The car was booked in for 3 days as there is alot of little details on one of these so we wanted enough time to get them all done properly 

As it was close to 4pm on Tuesday before it arrived i decided to give the interior a quick tidy up as there was no point starting the wash process untill the next day.

It wasnt too bad - just a bit dusty:



















So out came the hoover and the brush attatchment:










I made sure i got all the dirt out from the nooks and crannies:










After the hoovering i gave all the surfaces an APC wipe down to remove any grubby marks etc:










No doors to open makes some bits on these things a bit tricky to clean - like the footwells and pedals (who said a detailers job was easy?):










This was where i left it as the interior was no doubt going to get a bit dusty over the next few days.

*Wednesday - Day 1*

The weather was a bit unpredictable in the morning so i covered the seats incase the heavens opened while i was washing the car:










No pressure washing on this detail so i gave the car a soak with APC on the lower half and then rinsed off with the hose:



















Wheels next: these were cleaned with Menz 7.5:










Faces cleaned with a MF mitt:










Inner rims done with a wheel back brush:










Tyres and suspension were sprayed with Megs Superdegreaser and agitated with a brush:




























Degreaser was used on a few other bits and bobs too:

*before*:










*after*:










I then washed the car (after working out how to do it in a methodical manner!) with the 2BM and Shampoo Plus:










A quik rinse followed before i then rolled the car inside for claying.

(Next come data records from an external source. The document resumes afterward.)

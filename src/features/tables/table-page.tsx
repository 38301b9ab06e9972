import './tables.css';
import { useQuery, useSuspenseQuery, type QueryClient } from '@tanstack/react-query';
import type { ComponentType } from 'react';
import { Link, useParams, useSearchParams, type LoaderFunctionArgs } from 'react-router-dom';
import { includesRole, type Revision } from '../../../shared/contract/index.ts';
import { chooseTeam } from '../../api/current-team.ts';
import { asProblem } from '../../api/problem-error.ts';
import type { RevisionAt } from '../../api/reviews.ts';
import { tableQueries, type TaggedTable } from '../../api/tables.ts';
import { teamQueries } from '../../api/teams.ts';
import { Moment, Page, Waiting } from '../../components/index.ts';
import { load } from '../../forms/load.ts';
import { ProblemNotice } from '../../forms/problem-notice.tsx';
import { openRevisionPath, tablesPath, teamPath } from '../../paths.ts';
import { ExportSection } from './export-section.tsx';
import { OriginalsSection } from './originals-section.tsx';
import { RevisionHistory } from './revision-history.tsx';
import { StateWord } from '../../components/state-word.tsx';
import { TableActions } from './table-actions.tsx';

export interface TablePageProps {
  /** Drawings, figures and sound of a revision; they are the bench's own. */
  RevisionView: ComponentType<{ revision: Revision }>;
  /** How a revision stands in review, and what can be done about it. */
  RevisionReview: ComponentType<{ at: RevisionAt }>;
}

const shownNumber = (parameters: URLSearchParams, newest: number): number => {
  const asked = Number(parameters.get('revision'));
  return Number.isInteger(asked) && asked >= 1 && asked <= newest ? asked : newest;
};

export const tableLoader = (queryClient: QueryClient) => async (args: LoaderFunctionArgs) => {
  const { team = '', table = '' } = args.params;
  const [{ latestRevision }] = await load(
    args,
    Promise.all([
      queryClient.query(tableQueries.detail(team, table)),
      queryClient.query(teamQueries.detail(team)),
    ]),
  );
  const number = shownNumber(new URL(args.request.url).searchParams, latestRevision);
  void queryClient.query(tableQueries.revision(team, table, number)).catch(() => undefined);
  void queryClient.infiniteQuery(tableQueries.revisions(team, table)).catch(() => undefined);
  chooseTeam(team);
  return null;
};

/** One table: a revision of it to see, hear and export, and all the others. */
export function TablePage({ RevisionView, RevisionReview }: TablePageProps) {
  const { team: teamSlug = '', table: slug = '' } = useParams();
  const { data: table } = useSuspenseQuery(tableQueries.detail(teamSlug, slug));
  const { data: team } = useSuspenseQuery(teamQueries.detail(teamSlug));
  const [parameters] = useSearchParams();
  const number = shownNumber(parameters, table.latestRevision);
  const mayEdit = includesRole(team.myRole, 'author');
  return (
    <Page
      title={table.title}
      size="wide"
      trail={
        <>
          <Link to={teamPath(teamSlug)}>{team.name}</Link>
          <span aria-hidden="true">/</span>
          <Link to={tablesPath(teamSlug)}>Tables</Link>
        </>
      }
      lead={<Facts team={teamSlug} table={table} mayEdit={mayEdit} />}
      actions={
        <>
          <Link to={openRevisionPath(teamSlug, slug, number)} className="button button-primary">
            Open on the bench
          </Link>
          {mayEdit && <TableActions team={teamSlug} table={table} number={number} />}
        </>
      }
    >
      <div className="table-parts">
        <Shown
          {...{ teamSlug, slug, number, RevisionView, RevisionReview }}
          newest={table.latestRevision}
          isAdmin={includesRole(team.myRole, 'admin')}
        />
        <ExportSection key={number} team={teamSlug} table={slug} number={number} defaults={team.defaults} />
        <RevisionHistory team={teamSlug} table={table} shown={number} />
      </div>
    </Page>
  );
}

function Facts({ team, table, mayEdit }: { team: string; table: TaggedTable; mayEdit: boolean }) {
  return (
    <div className="space-y-1">
      <p className="flex flex-wrap items-center gap-x-3">
        <StateWord state={table.state} />
        {table.isArchived && <strong>Archived</strong>}
        <span>
          Newest revision: {table.latestRevision}. Changed <Moment at={table.changedAt} /> by{' '}
          {table.changedBy.name}
        </span>
      </p>
      {table.tags.length > 0 && (
        <ul className="tag-list" aria-label="Tags">
          {table.tags.map((tag) => (
            <li key={tag}>
              <Link
                className="tag"
                to={tablesPath(team, String(new URLSearchParams({ tag })))}
                aria-label={`Tables tagged ${tag}`}
              >
                {tag}
              </Link>
            </li>
          ))}
        </ul>
      )}
      {!mayEdit && (
        <p>
          As a viewer you read, listen and export. Saving revisions, renaming and archiving take the role
          author.
        </p>
      )}
    </div>
  );
}

interface ShownProps extends TablePageProps {
  teamSlug: string;
  slug: string;
  number: number;
  newest: number;
  isAdmin: boolean;
}

function Shown({ teamSlug, slug, number, newest, isAdmin, RevisionView, RevisionReview }: ShownProps) {
  const { data: revision, error, refetch } = useQuery(tableQueries.revision(teamSlug, slug, number));
  return (
    <section className="space-y-3" aria-labelledby="shown-revision">
      <h2 id="shown-revision">
        Revision {number}
        {number === newest ? ', the newest' : ` of ${newest}`}
      </h2>
      <RevisionReview key={`${slug} ${number}`} at={{ team: teamSlug, table: slug, number }} />
      <ProblemNotice fault={error && asProblem(error)} onTryAgain={() => void refetch()} />
      {revision === undefined && !error && <Waiting>Reading revision {number}…</Waiting>}
      {revision !== undefined && (
        <>
          {revision.note !== '' && <p className="revision-note">{revision.note}</p>}
          <RevisionView key={`${slug} ${number}`} revision={revision} />
          <OriginalsSection at={{ team: teamSlug, table: slug, number }} mayRemove={isAdmin} />
          <details className="quiet">
            <summary>Digest and engine</summary>
            <dl className="facts">
              <div>
                <dt>SHA-256</dt>
                <dd>
                  <code>{revision.digest}</code>
                </dd>
              </div>
              <div>
                <dt>Engine</dt>
                <dd>{revision.engineVersion}</dd>
              </div>
            </dl>
          </details>
        </>
      )}
    </section>
  );
}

I used Aggressive Clay as there was alot of black overspray on the majority of the panels, i'm not really sure what from but either way it had to come off:




























The wheels were covered too:










The car was then dried off with a waffle weave towel and the leaf blower.

I then removed a few bits to help with polishing:



















Number plate removed:










Wing mirrors too:










The car was sporting more defects than i'd imagined for having so little miles on the clock but i guess it had been sat around gathering dust for a while and had just recently had the body off for a service etc so it was bound to pick up the odd scratch or two...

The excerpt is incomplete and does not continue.